京都の節分と、節分限定から毎日販売になった金つば。

旧暦一月九日 己卯(つちのとう) 節分

 節分はもともと年に四回あった、と言われても、なかなかピンとこない。
 読んで字の如く「節を分ける」つまり春夏秋冬それぞれに、季節と季節が引継式をするのが、この日なんですね。明日は立春ですから、今日は、冬と春の季節の分かれ目。
 なので、四回あった、ではなくて、四回あるわけですが、なぜか、いつのまにか立春前の節分だけが、こよみに載るようになったそうです。

 なんとなく、節分は二十四節気のうちのひとつのように思っていたら、そうではなくて、「雑節」と呼ばれている。「八十八夜」とか、「入梅」とか、「土用」なんかも、この雑節にあたります。お彼岸もそう。
 雑な節? なんだか軽く扱われているみたいだけれど、節分は重要な歳時の日。京都では当然、多くの社寺で儀式、行事がとり行なわれ、中でも賑わうのが吉田神社と壬生寺。この二社寺の周辺で交通規制されることからも、その人出の多さがわかります。

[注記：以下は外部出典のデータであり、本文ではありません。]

/// Checks the set in `dir`: its manifest exists and every file it names has the recorded size
/// and hash. Returns the manifest.
pub fn check_output_set(dir: &Path) -> Result<serde_json::Value, Diagnostic> {
    let manifest = dir.join(SET_MANIFEST);
    let incomplete = |why: String| {
        Diagnostic::bare(format!(
            "`{}` is not a complete output set: {why}",
            dir.display()
        ))
        .with_hint("the run that wrote it was cut short; run it again")
    };
    let text = fs::read_to_string(&manifest)
        .map_err(|e| incomplete(format!("cannot read `{SET_MANIFEST}`: {e}")))?;
    let value: serde_json::Value = serde_json::from_str(&text)
        .map_err(|e| incomplete(format!("`{SET_MANIFEST}` is damaged: {e}")))?;
    let files = value["files"]
        .as_array()
        .ok_or_else(|| incomplete(format!("`{SET_MANIFEST}` lists no files")))?;
    for f in files {
        let name = f["name"].as_str().unwrap_or_default();
        if name.is_empty() || name.contains(['/', '\\']) || name.starts_with('.') {
            return Err(incomplete(format!("`{SET_MANIFEST}` names a bad file")));
        }
        let mut hash = Hasher::default();
        let mut file = fs::File::open(dir.join(name))
            .map_err(|e| incomplete(format!("cannot read `{name}`: {e}")))?;
        let mut buf = vec![0u8; 1 << 20];
        loop {
            let n = std::io::Read::read(&mut file, &mut buf)
                .map_err(|e| incomplete(format!("cannot read `{name}`: {e}")))?;
            if n == 0 {
                break;
            }
            hash.update(&buf[..n]);
        }
        let same = f["bytes"].as_u64() == Some(hash.bytes)
            && f["hash"].as_str() == Some(hash.hex().as_str());
        if !same {
            return Err(incomplete(format!(
                "`{name}` is not the file the set was written with"
            )));
        }
    }
    Ok(value)
}

/// A 64-bit FNV-1a-style hash over little-endian 8-byte words (a word at a time keeps it near
/// memory speed on the sampler's outputs), streamed; stable across builds and platforms (unlike
/// the standard library's hasher), so a manifest written by one build is checked by another.
#[derive(Clone, Copy, Debug)]
struct Hasher {
    state: u64,
    bytes: u64,
    pending: [u8; 8],
    npending: usize,
}

impl Default for Hasher {
    fn default() -> Hasher {
        Hasher {
            state: 0xcbf2_9ce4_8422_2325,
            bytes: 0,
            pending: [0; 8],
            npending: 0,
        }
    }
}

impl Hasher {
    fn mix(&mut self, word: u64) {
        self.state = (self.state ^ word).wrapping_mul(0x0100_0000_01b3);
        self.state ^= self.state >> 29;
    }

    fn update(&mut self, mut bytes: &[u8]) {
        self.bytes += bytes.len() as u64;
        if self.npending > 0 {
            let take = (8 - self.npending).min(bytes.len());
            self.pending[self.npending..self.npending + take].copy_from_slice(&bytes[..take]);
            self.npending += take;
            bytes = &bytes[take..];
            if self.npending < 8 {
                return;
            }
            self.mix(u64::from_le_bytes(self.pending));
            self.npending = 0;
        }
        let mut words = bytes.chunks_exact(8);
        for w in &mut words {
            self.mix(u64::from_le_bytes(w.try_into().unwrap_or_default()));
        }
        let rest = words.remainder();
        self.pending[..rest.len()].copy_from_slice(rest);
        self.npending = rest.len();
    }

    /// The hash of everything so far, as 16 hex digits.
    fn hex(&self) -> String {
        let mut h = *self;
        if h.npending > 0 {
            let mut last = [0u8; 8];
            last[..h.npending].copy_from_slice(&h.pending[..h.npending]);
            h.mix(u64::from_le_bytes(last));
        }
        h.mix(h.bytes);
        format!("{:016x}", h.state)
    }
}

#[cfg(test)]
mod tests {
    use super::*;

    /// A named pipe stays a pipe and receives the bytes (the same path `-o /dev/null` takes).
    #[cfg(unix)]
    #[test]
    fn devices_and_pipes_are_written_in_place() {
        use std::os::unix::fs::FileTypeExt;
        let dir = tempfile::tempdir().unwrap();
        let fifo = dir.path().join("pipe");
        let c = std::ffi::CString::new(fifo.to_str().unwrap()).unwrap();
        // SAFETY: a valid NUL-terminated path and a plain mode.
        assert_eq!(unsafe { libc::mkfifo(c.as_ptr(), 0o600) }, 0);
        // Open the reading end first, without blocking, so a regression (the pipe replaced by a
        // renamed file) fails the assertion instead of hanging the test.
        use std::io::Read;
        use std::os::unix::fs::OpenOptionsExt;
        let mut reader = fs::OpenOptions::new()
            .read(true)
            .custom_flags(libc::O_NONBLOCK)
            .open(&fifo)
            .unwrap();
        write_atomic(&fifo, b"hello").unwrap();
        let mut got = Vec::new();
        reader.read_to_end(&mut got).unwrap();
        assert_eq!(got, b"hello");
        assert!(fs::metadata(&fifo).unwrap().file_type().is_fifo());
        // A regular file is still replaced whole.
        let file = dir.path().join("f.txt");
        fs::write(&file, b"old contents").unwrap();
        write_atomic(&file, b"new").unwrap();
        assert_eq!(fs::read(&file).unwrap(), b"new");
    }

    /// A symbolic link stays a link: its target is replaced (`fmt --write` on a link replaced
    /// the link with a file), also when the target does not exist yet.
    #[cfg(unix)]
    #[test]
    fn links_are_written_through() {
        let dir = tempfile::tempdir().unwrap();
        let target = dir.path().join("real.txt");
        let link = dir.path().join("link.txt");
        fs::write(&target, b"old").unwrap();
        std::os::unix::fs::symlink("real.txt", &link).unwrap();
        write_atomic(&link, b"new").unwrap();
        assert!(fs::symlink_metadata(&link)
            .unwrap()
            .file_type()
            .is_symlink());
        assert_eq!(fs::read(&target).unwrap(), b"new");
        let dangling = dir.path().join("dangling.txt");
        std::os::unix::fs::symlink("later.txt", &dangling).unwrap();
        write_atomic(&dangling, b"made").unwrap();
        assert!(fs::symlink_metadata(&dangling)
            .unwrap()
            .file_type()
            .is_symlink());
        assert_eq!(fs::read(dir.path().join("later.txt")).unwrap(), b"made");
    }

    /// The hidden temporary of a killed run (its process gone) is removed by the next write of
    /// the same output; a live process's temporary is left alone.
    #[cfg(unix)]
    #[test]
    fn stale_temporaries_are_removed() {
        let dir = tempfile::tempdir().unwrap();
        let dest = dir.path().join("out.npy");
        let mut child = std::process::Command::new("true").spawn().unwrap();
        let dead = child.id();
        child.wait().unwrap();
        let stale = dir.path().join(format!(".out.npy.tmp{dead}"));
        fs::write(&stale, vec![0u8; 1000]).unwrap();
        // PID 1 always runs.
        let live = dir.path().join(".out.npy.tmp1");
        fs::write(&live, b"busy").unwrap();
        write_atomic(&dest, b"x").unwrap();
        assert!(!stale.exists());
        assert!(live.exists());
    }

    /// A set is vouched for by its manifest; a file of another run, a missing manifest or a
    /// missing file is caught.
    #[test]
    fn output_sets_check_their_files() {
        let dir = tempfile::tempdir().unwrap();
        let write = |a: &[u8], b: &[u8]| {
            let mut set =
                OutputSet::create(dir.path(), &["a.bin", "b.bin"], serde_json::json!({})).unwrap();
            set.write(0, a).unwrap();
            set.write(1, &b[..1]).unwrap();
            set.write(1, &b[1..]).unwrap();
            set.commit().unwrap();
        };
        write(b"first a", b"first b, longer than a word");
        check_output_set(dir.path()).unwrap();
        let old_b = fs::read(dir.path().join("b.bin")).unwrap();
        write(b"second a", b"second b, longer than a word");
        check_output_set(dir.path()).unwrap();
        // A kill between the renames: the old `b` beside the new `a`.
        fs::write(dir.path().join("b.bin"), &old_b).unwrap();
        let e = check_output_set(dir.path()).unwrap_err().render();
        assert!(e.contains("`b.bin` is not the file"), "{e}");
        fs::remove_file(dir.path().join(SET_MANIFEST)).unwrap();
        let e = check_output_set(dir.path()).unwrap_err().render();
        assert!(e.contains("not a complete output set"), "{e}");
        // The hash does not depend on how the bytes were split into writes.
        let mut one = Hasher::default();
        one.update(b"0123456789abcdefXYZ");
        let mut parts = Hasher::default();
        for chunk in [&b"012"[..], b"3456789a", b"bcdefX", b"YZ"] {
            parts.update(chunk);
        }
        assert_eq!(one.hex(), parts.hex());
    }

    #[test]
    fn an_uncommitted_file_leaves_nothing_behind() {
        let dir = tempfile::tempdir().unwrap();
        let dest = dir.path().join("out.npy");
        fs::write(&dest, b"old").unwrap();
        let mut f = AtomicFile::create(&dest).unwrap();
        f.write(b"half of it").unwrap();
        drop(f);
        assert_eq!(fs::read(&dest).unwrap(), b"old");
        assert_eq!(fs::read_dir(dir.path()).unwrap().count(), 1);
        // A failing fill leaves the old file too.
        let err = write_atomic_with(&dest, |_| Err(std::io::Error::other("disk full")));
        assert!(err.unwrap_err().message.contains("disk full"));
        assert_eq!(fs::read(&dest).unwrap(), b"old");
        assert_eq!(fs::read_dir(dir.path()).unwrap().count(), 1);
    }
}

 吉田神社では、「追儺式(ついなしき)」が、すでに二日の夜、行われていますが、これは、四つ目の仮面を被り、神の役割を代行する、方相氏(ほうそうし)という異形の呪術師? が鬼を追い払うというもの。「陰陽師」も出てきて祭文を読み上げるので、今どき人気がありそうです。
 もともと中国から伝わった「大儺(たいな)」という疫鬼(えっき)を追い払う儀式が、宮中に伝わり、元旦前日の大晦日に行なっていた、これが、追儺と呼び換えられるようになり、立春の前日に行なわれるようになった。というのが大筋の由来だそうで、宮中のしきたりが、やがて御所を出て下々に広まった、というところは、雛遊びと似ていますね。

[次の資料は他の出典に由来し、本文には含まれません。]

fn finish(circuit: &Circuit, b: Builder<'_>) -> Extracted {
    let d = b.detectors;
    let n = b.symptoms.len();
    // Where each symptom's observables start, found once rather than per comparison.
    let cut: Vec<u32> = (0..n as u32)
        .map(|k| b.symptoms.get(k).partition_point(|&x| x < d) as u32)
        .collect();
    let split = |k: u32| b.symptoms.get(k).split_at(cut[k as usize] as usize);
    // Sort edges by (detectors, observables) so output does not depend on sweep order.
    // A counting sort on the first detector comes first: buckets hold a few dozen edges, so
    // the comparison sort inside them costs O(n) instead of O(n log n) cache-missing compares.
    let bucket = |k: u32| split(k).0.first().map_or(0, |&v| v as usize + 1);
    let mut bucket_start = vec![0usize; d as usize + 2];
    for k in 0..n as u32 {
        bucket_start[bucket(k) + 1] += 1;
    }
    for i in 1..bucket_start.len() {
        bucket_start[i] += bucket_start[i - 1];
    }
    let mut order = vec![0u32; n];
    let mut fill = bucket_start.clone();
    for k in 0..n as u32 {
        let b = bucket(k);
        order[fill[b]] = k;
        fill[b] += 1;
    }
    for w in bucket_start.windows(2) {
        order[w[0]..w[1]].sort_unstable_by(|&x, &y| split(x).cmp(&split(y)));
    }
    let mut rank = vec![0u32; n];
    for (new, &old) in order.iter().enumerate() {
        rank[old as usize] = new as u32;
    }
    // Group contributors by edge (counting sort), in circuit order within each group: the
    // sweep saw them backwards.
    let mut starts = vec![0u32; n + 1];
    for f in &b.faults {
        starts[rank[f.mech as usize] as usize + 1] += 1;
    }
    for i in 1..starts.len() {
        starts[i] += starts[i - 1];
    }
    let mut next = starts.clone();
    let mut slot_of = vec![0u32; b.faults.len()];
    for (i, f) in b.faults.iter().enumerate().rev() {
        let r = rank[f.mech as usize] as usize;
        slot_of[next[r] as usize] = i as u32;
        next[r] += 1;
    }
    drop(next);
    let flip_class = if b.opts.high_rate_flips {
        FaultClass::High
    } else {
        FaultClass::Low
    };
    let provenance: Vec<Contributor> = slot_of
        .iter()
        .map(|&i| contributor(circuit, &b.tables, flip_class, &b.faults[i as usize]))
        .collect();
    drop(slot_of);
    let edges: Vec<FaultEdge> = order
        .iter()
        .enumerate()
        .map(|(new, &old)| {
            let (dets, obs) = split(old);
            FaultEdge {
                probability: b.probability[old as usize],
                detectors: dets.to_vec(),
                observables: obs.iter().map(|&x| x - d).collect(),
                classes: b.classes[old as usize],
                provenance: starts[new]..starts[new + 1],
            }
        })
        .collect();
    let hyper = edges.iter().filter(|m| m.detectors.len() > 2).count();
    let graph = FaultGraph {
        source: circuit.source.clone(),
        detectors: circuit
            .detectors
            .iter()
            .map(|det| DetectorInfo {
                name: det.name.clone(),
                coords: det.coords.clone(),
            })
            .collect(),
        observables: circuit.observables.iter().map(|o| o.name.clone()).collect(),
        edges,
        provenance,
        silent: b.silent,
        splits: Vec::new(),
        hyperedges: HyperedgeStats {
            hyperedges: hyper,
            ..HyperedgeStats::default()
        },
        inexact_channels: b.inexact,
    };
    Extracted {
        graph,
        symptoms: b.symptoms,
        rank,
        atoms: b.atoms,
        first_candidate: b.first_candidate,
    }
}

#[cfg(test)]
mod tests {
    use super::*;

    /// Distribution over Paulis (as codes) of independent events, by exhaustive enumeration.
    fn compose(terms: &[IndependentTerm], n: usize) -> Vec<f64> {
        let mut dist = vec![0.0; 1 << (2 * n)];
        dist[0] = 1.0;
        for t in terms {
            let c: usize = t
                .paulis
                .iter()
                .enumerate()
                .map(|(i, &p)| (p as usize) << (2 * i))
                .sum();
            let mut next = vec![0.0; dist.len()];
            for (k, &v) in dist.iter().enumerate() {
                next[k] += v * (1.0 - t.probability);
                next[k ^ c] += v * t.probability;
            }
            dist = next;
        }
        dist
    }

    fn channel_dist(ch: &Channel) -> Vec<f64> {
        let n = ch.arity();
        let mut dist = vec![0.0; 1 << (2 * n)];
        dist[0] = 1.0 - ch.total();
        for (p, ps) in ch.terms() {
            let c: usize = ps
                .iter()
                .enumerate()
                .map(|(i, &p)| (p as usize) << (2 * i))
                .sum();
            dist[c] += p;
        }
        dist
    }

    #[test]
    fn exact_conversions_reproduce_the_channel() {
        let channels = [
            Channel::Depolarizing(0.03),
            Channel::PairDepolarizing(0.05),
            Channel::Pauli {
                px: 0.01,
                py: 0.02,
                pz: 0.05,
            },
            Channel::Dephasing(0.1),
        ];
        for ch in channels {
            let (terms, exact) = independent_terms(&ch);
            assert!(exact, "{ch:?}");
            let a = compose(&terms, ch.arity());
            let b = channel_dist(&ch);
            for (x, y) in a.iter().zip(&b) {
                assert!((x - y).abs() < 1e-14, "{ch:?}: {a:?} vs {b:?}");
            }
        }
    }

    #[test]
    fn depolarizing_closed_form() {
        // q = (1 - sqrt(1 - 4p/3)) / 2 for each of X, Y, Z (derivation in `independent_terms`).
        let p: f64 = 0.03;
        let (terms, _) = independent_terms(&Channel::Depolarizing(p));
        assert_eq!(terms.len(), 3);
        let q = (1.0 - (1.0 - 4.0 * p / 3.0).sqrt()) / 2.0;
        for t in terms {
            assert!((t.probability - q).abs() < 1e-15);
        }
    }

    #[test]
    fn x_and_z_without_y_falls_back() {
        // X and Z exclusive with no Y needs anti-correlated events: no exact independent form.
        let (terms, exact) = independent_terms(&Channel::Pauli {
            px: 0.1,
            py: 0.0,
            pz: 0.1,
        });
        assert!(!exact);
        assert_eq!(terms.len(), 2);
        assert!((terms[0].probability - 0.1 / 0.9).abs() < 1e-15);
    }
}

 現代京都の名所旧跡についての底本ともいえる、故竹村俊則さんの『昭和京都名所圖會・洛東−下』(駸々堂)には、節分に、「京都では『四方参り』といって、東北方の吉田神社、東南方の稲荷退社、西南方の壬生寺、西北方の北野天満宮に参詣する風習がある」と記されているけれど、今、ほとんど、そういったことを聞かない。
 宮中には、元旦に、天皇自ら天地四方を拝して年災をはらう「四方拝」という儀式があって、これは今も伝承されているそうだから、それを真似たものかもしれない。

 吉田神社とならぶ、もう一方の節分の雄が、壬生寺。「ガンデンデン」のお囃子で知られる壬生狂言が楽しい。炮烙(ほうらく)割りは見ていても快感ですね。

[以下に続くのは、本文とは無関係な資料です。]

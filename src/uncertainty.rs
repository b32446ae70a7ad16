//! Standard errors of bagged predictions from one fitted ensemble: the infinitesimal
//! jackknife and the jackknife-after-bootstrap, with their Monte-Carlo bias corrections,
//! computed through members × members Gram matrices of the in-bag counts.
//!
//! Notation: B members, n training rows, N_bi the in-bag count of row i in member b,
//! t_b(x) member b's prediction at x, t̄(x) their mean, t̃_b = t_b − t̄.
//!
//! ```text
//! Infinitesimal jackknife (Efron 2014, "Estimation and accuracy after model selection",
//! JASA 109(507)):
//!     V_IJ(x) = Σ_i Cov_b(N_bi, t_b(x))²,   Cov_b(N_bi, t_b) = (1/B) Σ_b (N_bi − N̄_i) t̃_b
//! Because Σ_b t̃_b = 0 the centring of N drops out, so with G = N Nᵀ (B × B):
//!     V_IJ(x) = t̃(x)ᵀ G t̃(x) / B²
//! Monte-Carlo bias correction (Wager, Hastie & Efron 2014, "Confidence intervals for
//! random forests: the jackknife and the infinitesimal jackknife", JMLR 15):
//!     V_IJ-U(x) = V_IJ(x) − (n / B²) Σ_b t̃_b(x)²
//!
//! Jackknife-after-bootstrap (same paper): with O_bi = 1[N_bi = 0], o_i = Σ_b O_bi,
//!     V_J(x) = ((n − 1)/n) Σ_i (t̄_(−i)(x) − t̄(x))²,  t̄_(−i) = Σ_b O_bi t_b / o_i
//! and since t̄_(−i) − t̄ = Σ_b O_bi t̃_b / o_i, with H = Σ_i O_·i O_·iᵀ / o_i²:
//!     V_J(x) = ((n − 1)/n) t̃(x)ᵀ H t̃(x)
//! Rows that no member leaves out (o_i = 0) have no t̄_(−i); they are left out of the sum
//! and counted. Bias correction: t̄_(−i) averages about B/e members, so its Monte-Carlo
//! variance exceeds that of t̄ by about (e − 1) v/B with v = Σ_b t̃_b²/B; summed over rows:
//!     V_J-U(x) = V_J(x) − (e − 1)(n / B²) Σ_b t̃_b(x)²
//!
//! Subsampling without replacement, s rows per member (Wager & Athey 2018, "Estimation and
//! inference of heterogeneous treatment effects using random forests", JASA 113(523)):
//!     V_IJ(x) = ((n − 1)/n) (n/(n − s))² Σ_i Cov_b(N_bi, t_b(x))²
//! Derivation check (the bagged sample mean t = Σ_i N_i x_i / s): Var N_i = (s/n)(1 − s/n),
//! Cov(N_i, N_j) = −Var N_i/(n − 1) give Cov(N_i, t) = (n − s) (x_i − x̄) / (n (n − 1)), so
//! the factor turns Σ_i Cov² into Σ_i (x_i − x̄)² / (n (n − 1)), the unbiased variance of the
//! mean. The Monte-Carlo bias of Σ_i Ĉov² is Σ_i Var(N_i) v/B = s (n − s)/n · v/B, which the
//! corrected estimate subtracts (times the same factor).
//! ```

use std::collections::BTreeMap;
use std::ops::Range;

use ndarray::{Array1, Array2, ArrayView2, Axis};
use rayon::prelude::*;
use serde::{Deserialize, Serialize};

use crate::error::{Error, Result};
use crate::gram_kernel::{tile_dots_u8, MAX_COLUMNS};
use crate::members::MergeableState;
use crate::numeric::Real;
use crate::parallel::{watched, Monitor, Pool, Watch};
use crate::resampling::Count;

/// How the members' rows were drawn, which fixes the IJ scale and bias correction.
#[derive(Debug, Clone, Copy, PartialEq, Eq, Serialize, Deserialize)]
pub enum DrawKind {
    /// With replacement (counts 0, 1, 2, …).
    Bootstrap,
    /// Without replacement, `rows` distinct rows per member.
    Subsample { rows: usize },
}

/// The Gram matrices of one ensemble's in-bag counts, built once and reused for any number
/// of prediction points.
#[derive(Debug, Clone, PartialEq)]
pub struct CountGram {
    n_members: usize,
    n_rows: usize,
    kind: DrawKind,
    /// G = N Nᵀ, exact integers stored as f64.
    gram: Array2<f64>,
    /// H = Σ_i O_·i O_·iᵀ / o_i² (rows with o_i = 0 excluded); built on first need.
    out_of_bag_gram: Option<Array2<f64>>,
    rows_never_out_of_bag: usize,
}

/// Rows per column block in the Gram kernels: 16 members × 8 KiB stay in L1/L2 (and the
/// u8 kernel's 32-bit lanes cannot overflow).
const COLUMN_BLOCK: usize = MAX_COLUMNS;
/// Members per tile side in the Gram kernels.
const TILE: usize = 16;

/// Σ_i a_i b_i for any count type, accumulated in u128 (cannot overflow).
#[inline]
fn dot_wide<C: Count>(a: &[C], b: &[C]) -> u128 {
    a.iter()
        .zip(b)
        .map(|(&x, &y)| u128::from(x.as_u64()) * u128::from(y.as_u64()))
        .sum()
}

/// A count type the uncertainty estimators accept; the dot product is chosen by width and
/// u8 (the usual case) gets the fast kernel.
pub trait GramCount: Count {
    /// Σ_i a_i b_i as an exact integer.
    fn dot_exact(a: &[Self], b: &[Self]) -> u128;
    /// Calls `add(a, b, Σ_i x_a[i] · x_b[i])` for every `a ∈ ra`, `b ∈ rb` with `b ≥ a`,
    /// `x_m = row(m)` (equal lengths, at most [`COLUMN_BLOCK`]).
    fn tile_dots<'r>(
        ra: Range<usize>,
        rb: Range<usize>,
        row: impl Fn(usize) -> &'r [Self],
        mut add: impl FnMut(usize, usize, u128),
    ) where
        Self: 'r,
    {
        for a in ra {
            for b in rb.start.max(a)..rb.end {
                add(a, b, Self::dot_exact(row(a), row(b)));
            }
        }
    }
}

impl GramCount for u8 {
    #[inline]
    fn dot_exact(a: &[u8], b: &[u8]) -> u128 {
        u128::from(crate::gram_kernel::dot_u8(a, b))
    }

    fn tile_dots<'r>(
        ra: Range<usize>,
        rb: Range<usize>,
        row: impl Fn(usize) -> &'r [u8],
        mut add: impl FnMut(usize, usize, u128),
    ) {
        tile_dots_u8(ra, rb, row, |a, b, v| add(a, b, u128::from(v)));
    }
}

macro_rules! wide_dot {
    ($($t:ty),*) => {$(
        impl GramCount for $t {
            #[inline]
            fn dot_exact(a: &[$t], b: &[$t]) -> u128 {
                dot_wide(a, b)
            }
        }
    )*};
}
wide_dot!(u16, u32, u64);

/// The upper-triangle tiles (first member, last member) × (first, last) of a B × B matrix,
/// in a fixed order so parallel results do not depend on scheduling.
fn tiles(members: usize) -> Vec<(usize, usize)> {
    let starts: Vec<usize> = (0..members).step_by(TILE).collect();
    let mut out = Vec::new();
    for (i, &a) in starts.iter().enumerate() {
        for &b in &starts[i..] {
            out.push((a, b));
        }
    }
    out
}

/// Fills a symmetric B × B matrix tile by tile: `tile(a0..a1, b0..b1, acc, watch)` adds
/// the entries (a, b), a ≤ b, of one tile into `acc[(a − a0) · TILE + (b − b0)]`, and
/// returns early once `watch` is stopped (checked per block of rows, never inside a dot
/// product). Tiles run in parallel in batches and every entry is computed by one task, so
/// results never depend on scheduling; the calling thread watches (progress in tiles, Ctrl-C
/// within one block of rows).
fn symmetric_by_tiles<T: Copy + Default + Send + Sync>(
    members: usize,
    pool: &Pool,
    monitor: &dyn Monitor,
    tile: impl Fn(std::ops::Range<usize>, std::ops::Range<usize>, &mut [T], &Watch) + Sync,
) -> Result<Array2<T>> {
    let tile_list = tiles(members);
    let per_batch = (pool.threads() * 8).max(1);
    watched(pool, monitor, tile_list.len(), |watch| {
        let mut out = Array2::<T>::default((members, members));
        for batch in tile_list.chunks(per_batch) {
            if watch.stopped() {
                break;
            }
            let blocks: Vec<(usize, usize, Vec<T>)> = batch
                .par_iter()
                .map(|&(a0, b0)| {
                    let mut acc = vec![T::default(); TILE * TILE];
                    tile(
                        a0..(a0 + TILE).min(members),
                        b0..(b0 + TILE).min(members),
                        &mut acc,
                        watch,
                    );
                    (a0, b0, acc)
                })
                .collect();
            for (a0, b0, acc) in blocks {
                for a in a0..(a0 + TILE).min(members) {
                    for b in b0.max(a)..(b0 + TILE).min(members) {
                        let v = acc[(a - a0) * TILE + (b - b0)];
                        out[[a, b]] = v;
                        out[[b, a]] = v;
                    }
                }
            }
            watch.advance(batch.len());
        }
        out
    })
}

 この壬生寺のそばに、幸福堂という饅頭屋さんがある。
 以前、節分の時、たしか三日間だけ「金つば」を売っていた。白あんだったかの「銀つば」も、その頃からあったかもしれない。記憶がそんなふうにあいまいなのは、今では毎日売っていて、「芋きんつば」まであるからだ。

 京都には、和菓子屋さん、お饅頭屋さんが多いこともあって、季節限定はもとより、販売日限定の和菓子がたくさんある。それはそれで、ひとつの魅力だ。
 毎日買えるものなら、いつでもいいや、ということになる。
 「え? 今日と明日だけ。もう来年までないの? なら、買っておこうかな」
 百貨店の物産フェアと、ちょっと似ている。
 節分の三日間だけ、のように、この縁日の日だけに手に入る、となると、希少価値が生まれて購買意欲がわく。

 壬生寺の節分会の間、幸福堂の金つばには、今も長い行列ができている。今年もきっとそうだろうな。この行列に並ぶ人たちが、昔のように、金つばが、この時にしかつくられていないと思いこんでいて並んでいるのか、それとも、たいへん美味しくて、せっかく来たのでぜひ買って帰りたいと並んでいるのか、あるいは、人が並んでいるので、群衆心理で自分も列の後ろについたのか。

 京都千二百年を生きるお店の販促は難しい。
 ふだんは、人通りもそれほどなく、毎日売られるようになった金つばを買う人がどれほどいるのかはよく知らない。
 限定をはずしたことが吉と出るかどうかは、二、三十年しないとわからないのかもしれない。まあ、美味しくて、それを目当てに遠くからわざわざ買いにくる人がどんどん増えれば、そんなこと、まったく関係なくなるのでしょうけれどね。